Совместные фотографии пар, которые давным- давно разошлись, чем-то напоминают воскрешение мертвецов. Тут есть логическое противоречие. Ведь мертвых, тех, что умерли по-настоящему, мы больше никогда не увидим, и наши воспоминания о них совпадают с их последними фотографиями. Но у тех, кто решил разойтись и пойти каждый своим путем, все устроено иначе: когда мы смотрим на старые фотографии, их союз кажется нам осмеянным и преданным, он не облагорожен сепией и не оживлен чудесными фильтрами новых технологий. Я подумала, что смотрю на сборище мертвецов, но тете так не сказала. У меня вырвались другие слова:
– Какая-то не пара, а сборище мертвецов.
Она рассмеялась.
– Ой, в смысле, не пара, а трапеза.
– Как жаль, что ты раньше не видела этих фотографий.
Я не сказала ей, что много лет назад видела копию снимка, который держала в руках. Та его копия в итоге оказалась в мусорке, порванная на кусочки. Я обнаружила ее дома у бабушки с дедушкой, маминых родителей, и, радостная, побежала показать дедушке. Я была в восторге. Они существовали! Мои родители существовали, по крайней мере на той фотографии. До того дня я не видела ни одной их совместной фотографии. Когда дедушка увидел ее, глаза его будто уменьшились за стеклами очков. На лице его появилась гримаса то ли раздражения, то ли недоверия, он будто стал свидетелем чьей-то ошибки, досадной небрежности.
Не говоря ни слова, он взял у меня фотографию, порвал ее на куски и направился к мусорному ведру. Нажал на педаль, крышка открылась и поглотила единственное доказательство существования моей семьи, которым я когда-либо располагала. Позже, когда все обо мне забыли, я вернулась на кухню. В мусорке, среди рисовых зерен и креветочных голов, лежали куски фотографии.

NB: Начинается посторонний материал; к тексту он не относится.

def read_hand_target(spec: Fields, robot, duration: float) -> HandTarget:
    spec.allow_only({"position", "time", "window", "orientation", "frame", "label"})
    frame = check_frame(spec, "frame", robot, spec.string("frame", robot.hand_frame))
    if spec.has("time") == spec.has("window"):
        spec.fail("time", "exactly one of 'time' (s) or 'window' ([start, end] s)", sorted(spec.data))
    if spec.has("time"):
        t_start = t_end = spec.number("time")
        key = "time"
    else:
        t_start, t_end = spec.vector("window", 2)
        key = "window"
    if not 0.0 <= t_start <= t_end <= duration:
        spec.fail(key, f"times within the horizon [0, {duration}] s, start <= end", [float(t_start), float(t_end)])
    orientation = read_orientation(spec) if spec.has("orientation") else None
    return HandTarget(frame, spec.vector("position", 3), orientation, float(t_start), float(t_end),
                      spec.string("label") if spec.has("label") else "")


def read_orientation(spec: Fields) -> np.ndarray:
    """A rotation matrix: 3 rows of 3, or ``{rpy_deg: [roll, pitch, yaw]}`` (fixed axes x, y, z)."""
    if isinstance(spec.raw("orientation"), dict):
        sub = spec.sub("orientation")
        sub.allow_only({"rpy_deg"})
        return rotation_from_rpy(np.radians(sub.vector("rpy_deg", 3)))
    rot = spec.matrix("orientation", (3, 3))
    if not np.allclose(rot @ rot.T, np.eye(3), atol=1e-6) or np.linalg.det(rot) < 0:
        spec.fail("orientation", "a rotation matrix (orthonormal rows, determinant +1, to 1e-6)", rot.tolist())
    return rot


def rotation_from_rpy(rpy) -> np.ndarray:
    """``Rz(yaw) Ry(pitch) Rx(roll)``, shape (3, 3)."""
    r, p, y = rpy
    rx = np.array([[1, 0, 0], [0, math.cos(r), -math.sin(r)], [0, math.sin(r), math.cos(r)]])
    ry = np.array([[math.cos(p), 0, math.sin(p)], [0, 1, 0], [-math.sin(p), 0, math.cos(p)]])
    rz = np.array([[math.cos(y), -math.sin(y), 0], [math.sin(y), math.cos(y), 0], [0, 0, 1]])
    return rz @ ry @ rx


def check_no_overlap(top: Fields, targets: list[HandTarget]) -> None:
    """Two targets of one frame must not claim the same instant."""
    for i, a in enumerate(targets):
        for j in range(i):
            b = targets[j]
            if a.frame == b.frame and a.t_start <= b.t_end and b.t_start <= a.t_end:
                top.fail(f"hand_targets[{i}]", f"times apart from hand_targets[{j}] of the same frame",
                         f"[{a.t_start}, {a.t_end}] s overlaps [{b.t_start}, {b.t_end}] s")


# ---------------------------------------------------------------- disturbances and the rest


def read_disturbances(top: Fields, robot) -> list[DisturbanceSpec]:
    """``disturbances``: list of ``{frame, kind, shape?}``; default one force at the hand."""
    items = top.raw("disturbances", None)
    if items is None:
        return [DisturbanceSpec(robot.hand_frame, "force", np.eye(3))]
    if not isinstance(items, list) or not items:
        top.fail("disturbances", "a non-empty list of disturbance points", items)
    points = [read_disturbance(Fields(item, top.file, top.at(f"disturbances[{i}]"), TaskError), robot)
              for i, item in enumerate(items)]
    if not any(d.objective_weight > 0 for d in points):
        top.fail("disturbances", "at least one point with objective_weight > 0",
                 [d.objective_weight for d in points])
    return points


def read_disturbance(spec: Fields, robot) -> DisturbanceSpec:
    spec.allow_only({"frame", "kind", "shape", "expected", "length_scale", "objective_weight"})
    frame = check_frame(spec, "frame", robot, spec.string("frame", robot.hand_frame))
    kind = spec.string("kind", "force", choices=list(DISTURBANCE_DIMS))
    given = [key for key in ("shape", "expected", "length_scale") if spec.has(key)]
    if len(given) > 1:
        spec.fail(given[1], "at most one of 'shape', 'expected' (forces) or 'length_scale' (wrenches)", given)
    d = DISTURBANCE_DIMS[kind]
    shape = np.eye(d)
    if spec.has("shape"):
        shape = spec.matrix("shape", (d, d))
    elif spec.has("expected"):
        if kind != "force":
            spec.fail("expected", "expected pushes on a force disturbance (kind: force)", kind)
        shape = read_expected_pushes(spec.sub("expected"))
    elif spec.has("length_scale"):
        if kind != "wrench":
            spec.fail("length_scale", "a length scale on a wrench disturbance (kind: wrench)", kind)
        shape = wrench_shape(spec.number("length_scale", lo=0.0, lo_open=True, hi=100.0))
    if not np.any(shape):
        spec.fail("shape", "a shape matrix with a non-zero entry", shape.tolist())
    return DisturbanceSpec(frame, kind, shape, spec.number("objective_weight", 1.0, lo=0.0, hi=1e3))


def read_expected_pushes(expected: Fields) -> np.ndarray:
    """``{directions: [{along: [x, y, z], weight: w}], others: o}`` -> ``W`` (see problem/push_shape.py)."""
    expected.allow_only({"directions", "others"})
    items = expected.raw("directions")
    if not isinstance(items, list) or not items:
        expected.fail("directions", "a non-empty list of {along: [x, y, z], weight: w}", items)
    directions, weights = [], []
    for i, item in enumerate(items):
        entry = Fields(item, expected.file, expected.at(f"directions[{i}]"), TaskError)
        entry.allow_only({"along", "weight"})
        along = entry.vector("along", 3)
        if np.linalg.norm(along) < 1e-9:
            entry.fail("along", "a direction of non-zero length", along.tolist())
        directions.append(along)
        weights.append(entry.number("weight", 1.0, lo=0.0, lo_open=True))
    return shape_from_directions(directions, weights, expected.number("others", 0.0, lo=0.0))


MEMORY_LIMIT = "memory_limit"  # the one key of ``solver`` that brace reads itself (not an Ipopt option)


def read_solver_options(top: Fields) -> dict:
    """``solver``: a flat mapping of option name -> number, text or true/false (``memory_limit`` apart)."""
    options = top.sub("solver", {})
    for key, value in options.data.items():
        if key == MEMORY_LIMIT:
            continue
        if not isinstance(key, str):
            options.fail(str(key), "an option name (text) as the key", key)
        if not isinstance(value, (bool, int, float, str)) or (isinstance(value, float) and not math.isfinite(value)):
            options.fail(str(key), "a number, text or true/false", value)
    return {key: value for key, value in options.data.items() if key != MEMORY_LIMIT}


def read_memory_limit(top: Fields) -> int | None:
    """``solver.memory_limit``: the most memory a solve may use, e.g. ``8G``; None when absent."""
    options = top.sub("solver", {})
    if MEMORY_LIMIT not in options.data:
        return None
    size = parse_size(options.data[MEMORY_LIMIT])
    if size is None:
        options.fail(MEMORY_LIMIT, SIZE_TEXT, options.data[MEMORY_LIMIT])
    return size


def read_initial_posture(top: Fields, robot, contacts, clearance=None) -> np.ndarray | None:
    """``initial_posture``: absent (free start), ``stance``, a mapping of stance hints, or nq numbers.

    ``stance`` solves the stance IK from the standing posture; the mapping
    ``{base_position: [x, y, z], base_rpy_deg: [r, p, y], joints: {name: angle}}``
    (all optional) solves it with the base pulled toward the given pose and
    the free joints toward the given angles (rad or m; the others toward the
    standing posture), starting from that posture.
    """
    if not top.has("initial_posture"):
        return None
    value = top.raw("initial_posture")
    if value == "stance" or isinstance(value, dict):
        hints = top.sub("initial_posture") if isinstance(value, dict) else Fields({}, top.file, "initial_posture", TaskError)
        return solve_stance_hinted(hints, robot, contacts, clearance)
    if isinstance(value, str):
        top.fail("initial_posture", "'stance', a mapping of stance hints or a list of nq numbers", value)
    return read_posture_list(top, robot, contacts)


def solve_stance_hinted(hints: Fields, robot, contacts, clearance=None) -> np.ndarray:
    """The stance IK with the optional base pose and joint hints of ``hints``."""
    hints.allow_only({"base_position", "base_rpy_deg", "joints"})
    guess, base = np.array(robot.standing_posture, dtype=float), None
    if hints.has("base_position") or hints.has("base_rpy_deg"):
        position = hints.vector("base_position", 3, guess[:3].tolist())
        rotation = rotation_from_rpy(np.radians(hints.vector("base_rpy_deg", 3, [0.0, 0.0, 0.0])))
        base = np.concatenate([position, pin.Quaternion(rotation).coeffs()])
        guess[:7] = base
    joints = hints.sub("joints", {})
    for name in joints.data:
        if name not in robot.joint_names:
            joints.fail(str(name), "an actuated joint of the robot", name)
        joint = robot.model.joints[robot.model.getJointId(name)]
        if joint.nq != 1:
            joints.fail(str(name), "a joint with one coordinate (revolute or prismatic)", name)
        guess[joint.idx_q] = joints.number(str(name))
    try:
        hinted = base is not None or bool(joints.data)
        return solve_stance(robot, contacts, q_guess=guess if hinted else None, nominal=guess, base_pose=base,
                            clearance=clearance)
    except InfeasibleTask as exc:
        raise TaskError(hints.file, hints.path, "footholds the robot reaches within its joint limits",
                        str(exc).split(": ", 2)[-1]) from None


def read_posture_list(top: Fields, robot, contacts) -> np.ndarray:
    """nq numbers: unit base quaternion, joints within limits, feet on their footholds."""
    q = top.vector("initial_posture", robot.nq)
    quat = np.linalg.norm(q[3:7])
    if abs(quat - 1.0) > UNIT_TOLERANCE:
        top.fail("initial_posture", "a unit base quaternion in entries 3..6 [qx qy qz qw]", q[3:7].tolist())
    q[3:7] /= quat
    outside = (q[7:] < robot.joint_lower - 1e-9) | (q[7:] > robot.joint_upper + 1e-9)
    if outside.any():
        top.fail("initial_posture", "joint coordinates within the robot's limits",
                 f"{int(outside.sum())} outside, first at coordinate {7 + int(np.argmax(outside))}")
    gaps = foot_residuals(robot, q, contacts)
    if gaps.max() > 1e-4:
        worst = contacts[int(np.argmax(gaps))].frame
        top.fail("initial_posture", "a posture with every contact frame on its foothold (within 0.1 mm)",
                 f"{worst} {gaps.max():.4f} m away")
    return q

Я быстро прикинула, какие из них лишние, и вытащила неаккуратный треугольник с моими родителями. Ее ладони, красные ногти, чашка кофе, грязная тарелка. Они вдвоем, моя семья. Чувствуя себя преступницей, я спрятала семью в карман, а потом, закрывшись у себя в комнате, похоронила треугольник под сотней слоев бумаги и скотча и сунула внутрь розовой пластиковой свиньи с таким непоэтичным именем – Libreton. Там этот треугольник и поселился, и я позабыла о нем, я позабыла и свинью, и то, что хранилось у нее внутри, и вот теперь, столько лет спустя, эта фотография вновь лежала у меня перед глазами.